Records for this task START

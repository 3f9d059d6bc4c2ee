// An adapter: a part that joins two values of one interface, with what it adds in length and cost.
import { z } from 'zod';
import { id, line, paragraph } from '../kernel/fields';
import { interfaceName, interfaces, type InterfaceName } from './interfaces';

export const adapter = z
  .object({
    id,
    label: line(100),
    interface: interfaceName,
    /** Both hold the one interface that the adapter joins: what the unit has, and what the vehicle has. */
    from: interfaces,
    to: interfaces,
    addsMm: z.number().int().min(0).max(600),
    costCents: z.number().int().min(0).max(1_000_000),
    source: paragraph(200).min(1),
  })
  .refine(
    (a) => holdsOnly(a.from, a.interface) && holdsOnly(a.to, a.interface),
    'Both sides hold that interface',
  );
export type Adapter = z.infer<typeof adapter>;

const holdsOnly = (side: object, name: InterfaceName): boolean => {
  const keys = Object.keys(side);
  return keys.length === 1 && keys[0] === name;
};
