// How a case code is built: where it stands, how it was marked, and its segments in order.
import { z } from 'zod';

export const ALPHABETS = {
  digits: '0123456789',
  letters: 'ABCDEFGHIJKLMNOPQRSTUVWXYZ',
  /** Without the letters that look like figures. */
  plain_letters: 'ABCDEFGHJKLMNPRSTUVWXYZ',
  alphanumeric: '0123456789ABCDEFGHIJKLMNOPQRSTUVWXYZ',
} as const;
export type Alphabet = keyof typeof ALPHABETS;

export const SEGMENT_KINDS = [
  /** One fixed text: what makes the code this family's. */
  'literal',
  /** One of a table of texts, of which a variant has its own few. */
  'option',
  'plant',
  /** Last figure of the year. */
  'year_digit',
  /** Last two figures of the year. */
  'year_two',
  /** 001 to 366. */
  'day_of_year',
  'shift',
  'serial',
  /** Engineering change level. */
  'change',
  'suffix',
  /** Figure that follows from all before it. */
  'check',
] as const;
export type SegmentKind = (typeof SEGMENT_KINDS)[number];

export const segment = z.object({
  name: z.string().min(1).max(24),
  kind: z.enum(SEGMENT_KINDS),
  length: z.number().int().min(1).max(12),
  alphabet: z.enum(['digits', 'letters', 'plain_letters', 'alphanumeric']),
  /** The texts that may stand here and what each means; left out where any text of the alphabet may. */
  values: z.record(z.string().regex(/^[A-Z0-9]+$/), z.string().min(1)).optional(),
  /** A gap stands before it on the plate. */
  gap: z.boolean(),
});
export type Segment = z.infer<typeof segment>;

export const PATTERN_PLACES = ['rail', 'cast', 'tag'] as const;
export const PATTERN_MARKS = ['stamped', 'cast', 'printed'] as const;

export const PLACE_WORDS: Readonly<Record<(typeof PATTERN_PLACES)[number], string>> = {
  rail: 'On the machined rail of the case',
  cast: 'Cast into the case',
  tag: 'On the tag under a bolt',
};

export const codePattern = z.object({
  where: z.enum(PATTERN_PLACES),
  mark: z.enum(PATTERN_MARKS),
  segments: z.array(segment).min(1).max(10),
});
export type CodePattern = z.infer<typeof codePattern>;

export const patternLength = (pattern: CodePattern): number =>
  pattern.segments.reduce((sum, one) => sum + one.length, 0);
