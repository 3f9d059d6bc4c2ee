// The endpoints of the catalogue.
import { z } from 'zod';
import { endpoint } from '../kernel/endpoint';
import { idParams, line, page, pageQuery } from '../kernel/fields';
import { adapter } from './adapter';
import { family } from './family';
import { unitKind } from './kinds';
import { variant } from './variant';
import { vehicleModel } from './vehicle';

const familySummary = family
  .pick({
    id: true,
    kind: true,
    makerId: true,
    maker: true,
    designation: true,
    forwardRatios: true,
    reverseRatio: true,
    lowRange: true,
    control: true,
    dryWeightLb: true,
  })
  .extend({
    name: z.string(),
    variantCount: z.number().int(),
    /** Null where it has no variants yet. */
    years: z.object({ from: z.number().int(), to: z.number().int() }).nullable(),
  });
export type FamilySummary = z.infer<typeof familySummary>;

const familyPage = family.extend({ name: z.string(), variants: z.array(variant) });
export type FamilyPage = z.infer<typeof familyPage>;

const variantPage = z.object({
  ...variant.shape,
  family: family.extend({ name: z.string() }),
  /** Those that take one of its interfaces to another value. */
  adapters: z.array(adapter),
});

const search = z.strictObject({ ...pageQuery, kind: unitKind.optional(), q: line(80).optional() });

export const listFamilies = endpoint({
  method: 'GET',
  path: '/api/catalogue/families',
  summary: 'Families of units by kind and words, in order of maker and designation',
  access: 'public',
  query: search,
  answer: page(familySummary),
});

export const readFamily = endpoint({
  method: 'GET',
  path: '/api/catalogue/families/:id',
  summary: 'One family with its gears, ratios, variants, interfaces and code patterns',
  access: 'public',
  params: idParams,
  answer: familyPage,
});

export const readVariant = endpoint({
  method: 'GET',
  path: '/api/catalogue/variants/:id',
  summary: 'One variant with its family and the adapters that fit it',
  access: 'public',
  params: idParams,
  answer: variantPage,
});

export const listAdapters = endpoint({
  method: 'GET',
  path: '/api/catalogue/adapters',
  summary: 'Parts that join two values of one interface',
  access: 'public',
  query: z.strictObject(pageQuery),
  answer: page(adapter),
});

export const listVehicles = endpoint({
  method: 'GET',
  path: '/api/catalogue/vehicles',
  summary: 'Models of vehicles with the interfaces they present',
  access: 'public',
  query: z.strictObject({ ...pageQuery, q: line(80).optional() }),
  answer: page(vehicleModel),
});

export const catalogueCounts = endpoint({
  method: 'GET',
  path: '/api/catalogue/counts',
  summary: 'How much the catalogue holds',
  access: 'public',
  answer: z.object({
    makers: z.number().int(),
    families: z.number().int(),
    variants: z.number().int(),
    adapters: z.number().int(),
    vehicles: z.number().int(),
  }),
});

/** What a catalogue file holds: the form of an import. */
export const catalogueData = z.object({
  families: z.array(family),
  variants: z.array(variant),
  adapters: z.array(adapter),
  vehicles: z.array(vehicleModel),
});
export type CatalogueData = z.infer<typeof catalogueData>;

Records for this task END

* _What you should do_
Please transcribe the entire listing precisely.

* _Solved problem_
repository 3f9d059d6bc4c2ee
// An adapter: a part that joins two values of one interface, with what it adds in length and cost.
import { z } from 'zod';
import { id, line, paragraph } from '../kernel/fields';
import { interfaceName, interfaces, type InterfaceName } from './interfaces';

export const adapter = z
  .object({
    id,
    label: line(100),
    interface: interfaceName,
    /** Both hold the one interface that the adapter joins: what the unit has, and what the vehicle has. */
    from: interfaces,
    to: interfaces,
    addsMm: z.number().int().min(0).max(600),
    costCents: z.number().int().min(0).max(1_000_000),
    source: paragraph(200).min(1),
  })
  .refine(
    (a) => holdsOnly(a.from, a.interface) && holdsOnly(a.to, a.interface),
    'Both sides hold that interface',
  );
export type Adapter = z.infer<typeof adapter>;

const holdsOnly = (side: object, name: InterfaceName): boolean => {
  const keys = Object.keys(side);
  return keys.length === 1 && keys[0] === name;
};
// How a case code is built: where it stands, how it was marked, and its segments in order.
import { z } from 'zod';

export const ALPHABETS = {
  digits: '0123456789',
  letters: 'ABCDEFGHIJKLMNOPQRSTUVWXYZ',
  /** Without the letters that look like figures. */
  plain_letters: 'ABCDEFGHJKLMNPRSTUVWXYZ',
  alphanumeric: '0123456789ABCDEFGHIJKLMNOPQRSTUVWXYZ',
} as const;
export type Alphabet = keyof typeof ALPHABETS;

export const SEGMENT_KINDS = [
  /** One fixed text: what makes the code this family's. */
  'literal',
  /** One of a table of texts, of which a variant has its own few. */
  'option',
  'plant',
  /** Last figure of the year. */
  'year_digit',
  /** Last two figures of the year. */
  'year_two',
  /** 001 to 366. */
  'day_of_year',
  'shift',
  'serial',
  /** Engineering change level. */
  'change',
  'suffix',
  /** Figure that follows from all before it. */
  'check',
] as const;
export type SegmentKind = (typeof SEGMENT_KINDS)[number];

export const segment = z.object({
  name: z.string().min(1).max(24),
  kind: z.enum(SEGMENT_KINDS),
  length: z.number().int().min(1).max(12),
  alphabet: z.enum(['digits', 'letters', 'plain_letters', 'alphanumeric']),
  /** The texts that may stand here and what each means; left out where any text of the alphabet may. */
  values: z.record(z.string().regex(/^[A-Z0-9]+$/), z.string().min(1)).optional(),
  /** A gap stands before it on the plate. */
  gap: z.boolean(),
});
export type Segment = z.infer<typeof segment>;

export const PATTERN_PLACES = ['rail', 'cast', 'tag'] as const;
export const PATTERN_MARKS = ['stamped', 'cast', 'printed'] as const;

export const PLACE_WORDS: Readonly<Record<(typeof PATTERN_PLACES)[number], string>> = {
  rail: 'On the machined rail of the case',
  cast: 'Cast into the case',
  tag: 'On the tag under a bolt',
};

export const codePattern = z.object({
  where: z.enum(PATTERN_PLACES),
  mark: z.enum(PATTERN_MARKS),
  segments: z.array(segment).min(1).max(10),
});
export type CodePattern = z.infer<typeof codePattern>;

export const patternLength = (pattern: CodePattern): number =>
  pattern.segments.reduce((sum, one) => sum + one.length, 0);
repository 3f9d059d6bc4c2ee
// The endpoints of the catalogue.
import { z } from 'zod';
import { endpoint } from '../kernel/endpoint';
import { idParams, line, page, pageQuery } from '../kernel/fields';
import { adapter } from './adapter';
import { family } from './family';
import { unitKind } from './kinds';
import { variant } from './variant';
import { vehicleModel } from './vehicle';

const familySummary = family
  .pick({
    id: true,
    kind: true,
    makerId: true,
    maker: true,
    designation: true,
    forwardRatios: true,
    reverseRatio: true,
    lowRange: true,
    control: true,
    dryWeightLb: true,
  })
  .extend({
    name: z.string(),
    variantCount: z.number().int(),
    /** Null where it has no variants yet. */
    years: z.object({ from: z.number().int(), to: z.number().int() }).nullable(),
  });
export type FamilySummary = z.infer<typeof familySummary>;

const familyPage = family.extend({ name: z.string(), variants: z.array(variant) });
export type FamilyPage = z.infer<typeof familyPage>;

const variantPage = z.object({
  ...variant.shape,
  family: family.extend({ name: z.string() }),
  /** Those that take one of its interfaces to another value. */
  adapters: z.array(adapter),
});

const search = z.strictObject({ ...pageQuery, kind: unitKind.optional(), q: line(80).optional() });

export const listFamilies = endpoint({
  method: 'GET',
  path: '/api/catalogue/families',
  summary: 'Families of units by kind and words, in order of maker and designation',
  access: 'public',
  query: search,
  answer: page(familySummary),
});

export const readFamily = endpoint({
  method: 'GET',
  path: '/api/catalogue/families/:id',
  summary: 'One family with its gears, ratios, variants, interfaces and code patterns',
  access: 'public',
  params: idParams,
  answer: familyPage,
});

export const readVariant = endpoint({
  method: 'GET',
  path: '/api/catalogue/variants/:id',
  summary: 'One variant with its family and the adapters that fit it',
  access: 'public',
  params: idParams,
  answer: variantPage,
});

export const listAdapters = endpoint({
  method: 'GET',
  path: '/api/catalogue/adapters',
  summary: 'Parts that join two values of one interface',
  access: 'public',
  query: z.strictObject(pageQuery),
  answer: page(adapter),
});

export const listVehicles = endpoint({
  method: 'GET',
  path: '/api/catalogue/vehicles',
  summary: 'Models of vehicles with the interfaces they present',
  access: 'public',
  query: z.strictObject({ ...pageQuery, q: line(80).optional() }),
  answer: page(vehicleModel),
});

export const catalogueCounts = endpoint({
  method: 'GET',
  path: '/api/catalogue/counts',
  summary: 'How much the catalogue holds',
  access: 'public',
  answer: z.object({
    makers: z.number().int(),
    families: z.number().int(),
    variants: z.number().int(),
    adapters: z.number().int(),
    vehicles: z.number().int(),
  }),
});

/** What a catalogue file holds: the form of an import. */
export const catalogueData = z.object({
  families: z.array(family),
  variants: z.array(variant),
  adapters: z.array(adapter),
  vehicles: z.array(vehicleModel),
});
export type CatalogueData = z.infer<typeof catalogueData>;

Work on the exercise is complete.